Pitchfork cited Stands for deciBels among its 100 Top Albums of the 1980s. AllMusic applauded “a reverence for British pop and arty post-punk leanings…rarely is experimentation so enjoyable and irresistibly catchy” and said The dB's were “the band that bridged the gap between classic '70s power pop…and the jangly new wave of smart pop personified by R.E.M.”
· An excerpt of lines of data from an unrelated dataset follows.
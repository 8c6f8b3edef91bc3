// Playback on loopback: /media/<playback id>/video.mp4 and /poster.jpg (thumbnail.jpg is an alias),
// streamed from disk with CORS and byte ranges so a <video> element in the app's page can seek.
import { createReadStream } from "node:fs";
import { stat } from "node:fs/promises";
import type http from "node:http";
import path from "node:path";
import { pipeline } from "node:stream/promises";
import type { FakeContext } from "./context";
import { POSTER_FILE, RENDITION_FILE } from "./processor";

const FILES: Record<string, { file: string; type: string }> = {
  "video.mp4": { file: RENDITION_FILE, type: "video/mp4" },
  "poster.jpg": { file: POSTER_FILE, type: "image/jpeg" },
  "thumbnail.jpg": { file: POSTER_FILE, type: "image/jpeg" },
};

const CORS = {
  "access-control-allow-origin": "*",
  "access-control-expose-headers": "Content-Range, Content-Length, Accept-Ranges, ETag",
  "cross-origin-resource-policy": "cross-origin",
  "timing-allow-origin": "*",
};

export type ByteRange = { start: number; end: number };

/**
 * One range of `bytes=a-b`, `bytes=a-` or `bytes=-n` (RFC 9110 §14.1.2). null: serve the whole file
 * (no header, a form we ignore, or several ranges). "unsatisfiable": answer 416.
 */
export function parseRange(header: string | undefined, size: number): ByteRange | "unsatisfiable" | null {
  const match = /^bytes=(\d*)-(\d*)$/.exec(header?.trim() ?? "");
  if (!match || (match[1] === "" && match[2] === "")) return null;
  if (match[1] === "") {
    const suffix = Number(match[2]);
    if (suffix === 0 || size === 0) return "unsatisfiable";
    return { start: Math.max(0, size - suffix), end: size - 1 };
  }
  const start = Number(match[1]);
  const end = match[2] === "" ? size - 1 : Number(match[2]);
  if (start >= size) return "unsatisfiable";
  if (end < start) return null;
  return { start, end: Math.min(end, size - 1) };
}

export async function serveMedia(req: http.IncomingMessage, res: http.ServerResponse, ctx: FakeContext, playbackId: string, name: string): Promise<void> {
  const fail = (status: number, message: string, headers: Record<string, string> = {}) => {
    res.writeHead(status, { ...CORS, ...headers, "content-type": "text/plain; charset=utf-8", "content-length": Buffer.byteLength(message) });
    res.end(message);
  };
  if (req.method === "OPTIONS") {
    res.writeHead(204, { ...CORS, "access-control-allow-methods": "GET, HEAD, OPTIONS", "access-control-allow-headers": "range", "access-control-max-age": "3600" });
    res.end();
    return;
  }
  if (req.method !== "GET" && req.method !== "HEAD") return fail(405, "Media is read with GET or HEAD.", { allow: "GET, HEAD, OPTIONS" });
  const kind = FILES[name];
  const asset = kind ? ctx.store.assetByPlaybackId(playbackId) : undefined;
  if (!kind || !asset) return fail(404, "No such media.");
  if (asset.status !== "ready") return fail(404, `The asset is ${asset.status}, not ready.`);
  const file = path.join(ctx.store.mediaDir(asset.id), kind.file);
  const info = await stat(file).catch(() => null);
  if (!info) return fail(404, "No such media.");

  const etag = `"${info.size.toString(16)}-${Math.floor(info.mtimeMs).toString(16)}"`;
  const headers: Record<string, string> = {
    ...CORS,
    "content-type": kind.type,
    "accept-ranges": "bytes",
    etag,
    "last-modified": info.mtime.toUTCString(),
    // Playback ids can be deleted, so caches must check back; the ETag makes that cheap.
    "cache-control": "no-cache",
  };
  const ifRange = req.headers["if-range"];
  const range = ifRange === undefined || ifRange === etag ? parseRange(req.headers.range, info.size) : null;
  if (range === "unsatisfiable") return fail(416, "The requested range is outside the file.", { "content-range": `bytes */${info.size}` });
  if (range === null && req.headers["if-none-match"] === etag) {
    res.writeHead(304, headers);
    res.end();
    return;
  }
  const { start, end } = range ?? { start: 0, end: info.size - 1 };
  res.writeHead(range ? 206 : 200, {
    ...headers,
    "content-length": String(Math.max(0, end - start + 1)),
    ...(range ? { "content-range": `bytes ${start}-${end}/${info.size}` } : {}),
  });
  if (req.method === "HEAD" || info.size === 0) {
    res.end();
    return;
  }
  // A viewer seeking away closes the connection mid-stream; that is not an error worth reporting.
  await pipeline(createReadStream(file, { start, end }), res).catch(() => undefined);
}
Do not miss this extremely rare opportunity to see The dB's live!

https://thedbs.com/


The Vulgar Boatmen

In the early 1990's, the Vulgar Boatmen's first two albums, You and Your Sister and Please Panic, garnered accolades from virtually every major music publication in the country, despite being barely available on the tiny Record Collect and Safehouse labels. The group's unique working arrangement (two distinct lineups, located 800 miles apart, fronted separately by songwriters Robert Ray and Dale Lawrence) received a lot of attention - but so did their style, a melodic hypno-R&B, compared to everyone from Buddy Holly and Bo Diddley to Young Marble Giants and the Velvet Underground. Their songs were heard on both college and commercial radio - especially “Drive Somewhere”, a surprise hit on Chicago's WXRT. In 1995, the Boatmen made their major label debut with Opposite Sex, released in Europe on Blanco y Negro/EastWest. It too received glowing reviews from the British press, but label politics at Elektra kept the album from ever getting a stateside release. The band continues to pack midwestern clubs to this day.